Closed jshah closed 1 year ago
I would expect that workers do not pick up any new messages while the current one is being worked on (or in other words, polled). If they are polled, they start work immediately and do not hold on to other messages. Can I confirm that this is the expected behavior?
This is generally true, but depends on your code and how you are managing visibility timeouts/message deletion. If messages are not being deleted after processing, then they will remain non-visible until the visibility timeout is reached. The visibility timeout (unless set in your code) will be whatever is configured on the queue - so even if a worker has finished processing a message, but hasn't deleted it, it will remain non-visible and the worker will move onto a new message.

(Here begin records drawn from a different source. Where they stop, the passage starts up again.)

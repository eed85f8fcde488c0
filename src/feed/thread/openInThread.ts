import { Worker } from 'node:worker_threads';
import type { InstantMs } from '../../terms/clock.ts';
import type { FeedReport } from '../../terms/feedReport.ts';
import { type Refusal, type Result, succeed } from '../../terms/result.ts';
import type { HolidayCalendars } from '../internal/check/checkTickers.ts';
import type { OpenSnapshot } from '../openFeed.ts';
import type { FileState } from '../priceFiles.ts';
import type { FeedSettings } from '../settings.ts';
import { type SnapshotColumns, snapshotFromColumns } from '../snapshot.ts';

export type ReadingJob = {
  readonly files: readonly FileState[];
  readonly settings: FeedSettings;
  readonly nowMs: InstantMs | null;
};

export type ReadingOutcome =
  | {
      readonly ok: true;
      readonly columns: SnapshotColumns;
      readonly report: FeedReport;
      readonly holidays: HolidayCalendars;
    }
  | Refusal;

const outcomeOf = (worker: Worker): Promise<ReadingOutcome> =>
  new Promise((resolve, reject) => {
    worker.once('message', resolve);
    worker.once('error', reject);
    worker.once('exit', (code) =>
      reject(new Error(`the reading thread ended with code ${code} before it was done`)),
    );
  });

/**
 * Reads, checks and opens price files in a thread of their own: the calling thread goes on answering, and whatever
 * memory the reading took beside the prices is given back with the thread.
 */
export const openInThread = async (
  files: readonly FileState[],
  settings: FeedSettings,
  nowMs: InstantMs | null,
  threadFile: URL = new URL('./readThread.js', import.meta.url),
): Promise<Result<OpenSnapshot>> => {
  const workerData: ReadingJob = { files, settings, nowMs };
  const worker = new Worker(threadFile, { workerData });
  try {
    const outcome = await outcomeOf(worker);
    if (!outcome.ok) return outcome;
    const { columns, report, holidays } = outcome;
    return succeed({ ...snapshotFromColumns(columns), report, holidays });
  } finally {
    await worker.terminate();
  }
};
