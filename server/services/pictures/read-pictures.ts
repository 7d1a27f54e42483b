import { sql } from 'drizzle-orm';
import type { Database, Transaction } from '#database/client.ts';
import type { PictureSettings } from '#shared/contracts/pictures.ts';

export interface PicturesRow extends Record<string, unknown> {
  palette: PictureSettings['palette'];
  letters: boolean;
  own_shades: PictureSettings['ownShades'];
}

/** How pictures are drawn for a person; as usual for someone without an account any more. */
export async function picturesOf(db: Database | Transaction, accountId: string): Promise<PictureSettings> {
  const { rows } = await db.execute<PicturesRow>(sql`select * from pictures_of(${accountId}::uuid)`);
  return presentPictures(rows[0]);
}

export function presentPictures(row: PicturesRow | undefined): PictureSettings {
  return {
    palette: row?.palette ?? 'standard',
    letters: row?.letters ?? false,
    ownShades: row?.own_shades ?? null,
  };
}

Can you post some of your code?
Is this new behavior you are seeing (ie, a change in behavior with existing code)?
Can you post some of your code?
What do you mean by this? We are using the SQS adapter in rails (:amazon_sqs
) so we just enqueue jobs and the underlying workers process them.
The command we use to start the worker is:
bundle exec aws_sqs_active_job --queue privacy_request_data_operations --threads 1 --max_messages 1 --visibility_timeout 10800
We've seen this behavior consistently just the first time we're logging this bug here.
Gemfile versions:
aws-sdk-rails (3.6.1)
aws-sdk-sqs (1.48.0)
I'm sorry, I misunderstood the original issue and didn't get that this was using the SQS ActiveJob adapter -I had assumed you were using the SQSPoller.
My answer to your question was incorrect - For the SQSActiveJob::Poller the behavior is a bit different. The poller runs in the main thread and relies on a ThreadPoolExecutor to run jobs. The ThreadPoolExecutor works by queueing up work (when there are no available threads) and will queue until the backpressure is reached (default is 10). After that it will fallback to having the main poller thread run the job. What this means is that up to 10 messages will be picked up and queued while worker threads are not available.
If thats not desirable - you can adjust the backpressure downwards (but setting it to zero means unlimited).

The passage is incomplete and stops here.